More time is likely to be spent in preparing this section of the prospectus, which will be under increased scrutiny. The real impact will be seen once the FCA's new approach to risk factors becomes clear.

  • Annexes – The Annexes which formed part of the previous Prospectus Regulation, and which governed the content of prospectuses, have also been repealed and replaced. Although the Annexes have been rewritten, there are not many substantive differences. Annex 1 is the new Annex for the registration document for shares, Annex 11 for the securities note and Annex 20 for pro forma financial information.
  • Profit forecasts – A prospectus containing a profit forecast no longer has to include an auditor's report. However, given that a prospectus has to include a statement that the forecast has been prepared on a basis that is comparable with the historical financial information and consistent with the issuer's accounting policies, we expect that sponsors will continue to seek comfort from auditors, albeit on a private basis. In this respect we anticipate that practice will largely follow that underpinning working capital statements.
  • Operating Financial Review (“OFR”) – The requirements have been amended to align with the management report requirements set out in the EU Accounting Directive and make it easier for issuers to incorporate by reference their management report to meet many aspects of the Prospectus Regulation’s OFR disclosure requirements. It remains to be seen if issuers will adopt this practice.
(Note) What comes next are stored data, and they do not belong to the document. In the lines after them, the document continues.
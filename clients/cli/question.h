/* SPDX-License-Identifier: GPL-3.0-or-later */
/* From words like "x=10 yaw=5 joint.shaft=720 from.m1=3" and options to the body of a question.
 * Pure: no network, no files; every fault is a complaint on stderr. */
#ifndef LWC_QUESTION_H
#define LWC_QUESTION_H

#include "args.h"
#include "json.h"

typedef enum lwc_kind {
    LWC_INVERSE,
    LWC_FORWARD,
    LWC_JACOBIAN,
    LWC_MARGIN,
    LWC_REACH,
    LWC_FREE_TRAVEL,
    LWC_KIND_COUNT
} lwc_kind;

const char *lwc_kind_name(lwc_kind kind);
/* False after a complaint that names the kinds there are. */
bool lwc_kind_find(lwc_kind *out, const char *word);

/* The body for these words (assignments) and options, or NULL after a complaint. */
cJSON *lwc_question_build(lwc_kind kind, const char *const *words, size_t n_words,
                          const lwc_args *args);

/* Puts into the body of a path where it starts (from.NAME=.. words, --from, --near) and what the
 * options say. False after a complaint. */
bool lwc_path_options(cJSON *body, const char *const *words, size_t n_words, const lwc_args *args);

#endif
  • Universal registration document or "URD" – a URD is a shelf document maintained by an issuer on an ongoing basis. It enables issuers to conduct an offering on an accelerated basis by using the URD together with a securities note. It is not anticipated that this will be commonly used in the UK but may be more popular in jurisdictions which already adopt a similar approach.
  • New simplified disclosure regime for secondary issues – where its securities have been admitted to trading on a regulated market for at least 18 months, an issuer is now able to use a short-form prospectus to offer further shares, such as under a rights issue or open offer. Differences from a normal prospectus include the requirement to include only one year (as opposed to three years) of accounts, and the lack of requirement for an operating and financial review. This will generally not be used where there is any significant fundraising activity in the US and the prospectus will be expected to conform to general US disclosure standards. However, it is expected to be used for non-US fundraisings or those that include a small US offer to a limited number of large institutional investors in the US. The approach taken will depend on the size and nature of any US portion of the offer and the level of comfort on the prospectus disclosure required by the relevant banks involved.
  • EU Growth Prospectus for SMEs – there is a simplified disclosure regime for offers to the public, but not for admission to trading on a regulated market. This is intended to facilitate access to capital markets and reduce administrative costs of raising capital for smaller companies. Again, it remains to be seen how widely used this will be.
Implications for AIM issuers

Although AIM companies are only required to produce a prospectus when they make an offer to the public, the changes to the Annexes also affect the content of AIM admission documents. There is a new version of the AIM Rules for Companies which includes an updated Schedule 2 setting out the new contents requirements for admission documents, and a revised Prospectus Regulation - AIM Annex, with the usual colour coding indicating the provisions which are carved out. There are also other consequential changes to the AIM Rules for Companies. All the changes took effect on 21 July 2019.